Here is a version on Bach's Toccata and Fugue in Dm BWV 565 on the 12 string Chapman Stick at the link below..

The Stick is played with the musician tapping and holding the strings on the fretboard with both hands to create a full sound. It was invented in 1974 by Guitarist Emmett Chapman.


----------



## HerlockSholmes (Sep 4, 2011)

Impressive. Though it would have been even more impressive if you played something more interesting than the overplayed BWV565. How about trying the Passacaglia and Fugue in C minor, BWV582 next time? Or the Fugue in B flat minor, BWV891? Or the Fugue in C sharp minor, BWV849? Because that would be absolutely amazing!


----------



## stickmusic (Sep 26, 2011)

*Why I chose this piece*



HerlockSholmes said:


> Impressive. Though it would have been even more impressive if you played something more interesting than the overplayed BWV565. How about trying the Passacaglia and Fugue in C minor, BWV582 next time? Or the Fugue in B flat minor, BWV891? Or the Fugue in C sharp minor, BWV849? Because that would be absolutely amazing!


Yes you have a point. There are a lot of interesting pieces out there by Bach or others.
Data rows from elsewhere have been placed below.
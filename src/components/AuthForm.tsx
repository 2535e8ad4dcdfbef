import { useState } from 'react';
import { useForm, type FieldValues, type Path } from 'react-hook-form';
import { zodResolver } from '@hookform/resolvers/zod';
import type { z } from 'zod';
import {
  AUTH_MESSAGES, forgotPasswordInput, resetPasswordInput, signInInput, signUpInput,
  PASSWORD_MIN_LENGTH,
} from '~/lib/account-schemas';

type Mode = 'sign-in' | 'sign-up' | 'forgot' | 'reset';
type Props = { mode: Mode; next?: string; token?: string };

const SCHEMAS = { 'sign-in': signInInput, 'sign-up': signUpInput, forgot: forgotPasswordInput, reset: resetPasswordInput } as const;

async function post(path: string, body: unknown): Promise<{ ok: boolean; status: number; data: any }> {
  const response = await fetch(`/api/auth${path}`, {
    method: 'POST',
    headers: { 'Content-Type': 'application/json' },
    body: JSON.stringify(body),
  });
  const data = await response.json().catch(() => ({}));
  return { ok: response.ok, status: response.status, data };
}

function messageFor(status: number, data: any): string {
  if (status === 429) return AUTH_MESSAGES.TOO_MANY_REQUESTS!;
  return AUTH_MESSAGES[data?.code] ?? data?.message ?? 'Something went wrong. Try again.';
}

/** Sign-in, sign-up, forgotten password and new password: one form, four modes. */
export default function AuthForm({ mode, next = '/account', token }: Props) {
  const schema = SCHEMAS[mode] as z.ZodType<FieldValues, FieldValues>;
  const { register, handleSubmit, formState } = useForm<FieldValues>({ resolver: zodResolver(schema) });
  const [error, setError] = useState<string | null>(null);
  const [done, setDone] = useState<string | null>(null);
  const safeNext = next.startsWith('/') && !next.startsWith('//') ? next : '/account';

  async function submit(values: FieldValues) {
    setError(null);
    if (mode === 'sign-in') {
      const r = await post('/sign-in/email', { email: values.email, password: values.password });
      if (r.ok) window.location.assign(safeNext);
      else setError(messageFor(r.status, r.data));
    } else if (mode === 'sign-up') {
      const r = await post('/sign-up/email', { name: values.name, email: values.email, password: values.password, callbackURL: '/account?verified=1' });
      if (r.ok) setDone(`We have sent a link to ${values.email}. Open it to confirm your address, then you are signed in.`);
      else setError(messageFor(r.status, r.data));
    } else if (mode === 'forgot') {
      const r = await post('/request-password-reset', { email: values.email, redirectTo: '/reset-password' });
      // The same answer whether or not the address has an account.
      if (r.ok || r.status === 404) setDone(`If ${values.email} has an account, a link to choose a new password is on its way. It works for one hour.`);
      else setError(messageFor(r.status, r.data));
    } else {
      const r = await post('/reset-password', { newPassword: values.password, token });
      if (r.ok) setDone('Your password is changed. Sign in with the new one.');
      else setError(messageFor(r.status, r.data));
    }
  }

  if (done) {
    return (
      <div role="status" className="rounded-sm border border-rule bg-paper-raised p-5" data-testid="auth-done">
        <p>{done}</p>
        {mode === 'reset' && <a href="/sign-in" className="btn-primary mt-4 no-underline">Sign in</a>}
      </div>
    );
  }

  const field = (name: string, label: string, type: string, autoComplete: string, hint?: string) => {
    const err = formState.errors[name]?.message as string | undefined;
    return (
      <label className="block">
        <span className="mb-1 block text-sm font-medium">{label}</span>
        <input
          {...register(name as Path<FieldValues>)}
          type={type}
          autoComplete={autoComplete}
          aria-invalid={Boolean(err)}
          aria-describedby={err ? `${name}-error` : undefined}
          className="field"
        />
        {hint && !err && <span className="mt-1 block text-xs text-ink-soft">{hint}</span>}
        {err && <span id={`${name}-error`} className="mt-1 block text-sm text-ember">{err}</span>}
      </label>
    );
  };

  const labels = { 'sign-in': 'Sign in', 'sign-up': 'Create account', forgot: 'Send the link', reset: 'Set new password' };
  return (
    <form onSubmit={handleSubmit(submit)} noValidate className="space-y-4" data-testid={`auth-${mode}`}>
      {mode === 'sign-up' && field('name', 'Name', 'text', 'name')}
      {mode !== 'reset' && field('email', 'E-mail', 'email', 'email')}
      {mode === 'sign-in' && field('password', 'Password', 'password', 'current-password')}
      {(mode === 'sign-up' || mode === 'reset') && field('password', mode === 'reset' ? 'New password' : 'Password', 'password', 'new-password', `At least ${PASSWORD_MIN_LENGTH} characters; a few words make a good one.`)}
      {mode === 'reset' && field('confirm', 'New password again', 'password', 'new-password')}
      {error && <p role="alert" className="rounded-sm border border-ember px-3 py-2 text-sm" data-testid="auth-error">{error}</p>}
      <button type="submit" className="btn-primary w-full" disabled={formState.isSubmitting}>
        {formState.isSubmitting ? 'One moment…' : labels[mode]}
      </button>
    </form>
  );
}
I chose BWV 565 because as a career Stick player I decided this song would be accessible for a larger audience. I have to choose selectively what music I work on. I also try to do the piece justice. Even with the amount of time I put in there are still some compensations. Of course on guitar you have to do even far more re arrangement. The piece is still a well written and somewhat formidable piece of music. Also importantly I love this piece of music. I remember listening to it as a child before i started to listen to classical music. Example, Fantasia, Captain Nemo etc: Thank You for your feedback and appreciation. Perhaps someday I will peruse one of the above.


----------



## samurai (Apr 22, 2011)

@ stickmusic, Great job! I was in Boulder in the summer of 1974 before I was going into the Army later that fall. What year {s} were you there--or do you reside there? I just wish I could have run into you back then and sampled some of your playing live!
Your playing and grasp of and love for the music you play is exceptional, Congratulations! {And keep on playing}.


----------



## graaf (Dec 12, 2009)

Very interesting, thanks for introducing me to this instrument!


----------



## kv466 (May 18, 2011)

I think it was quite the correct piece to play as it is in the minds of the masses. Sadly, it was done pretty,...uh, weak...not so great.

My favorite version is not or an organ at all. Full of virtuosity and sweet expression, this is the best to me.

Chapman Stick Guy may be new and differnet but by no means a virtuoso...I hope some of you enjoy this as, to me, it is the best and most exciting version of this piece,...ever.


----------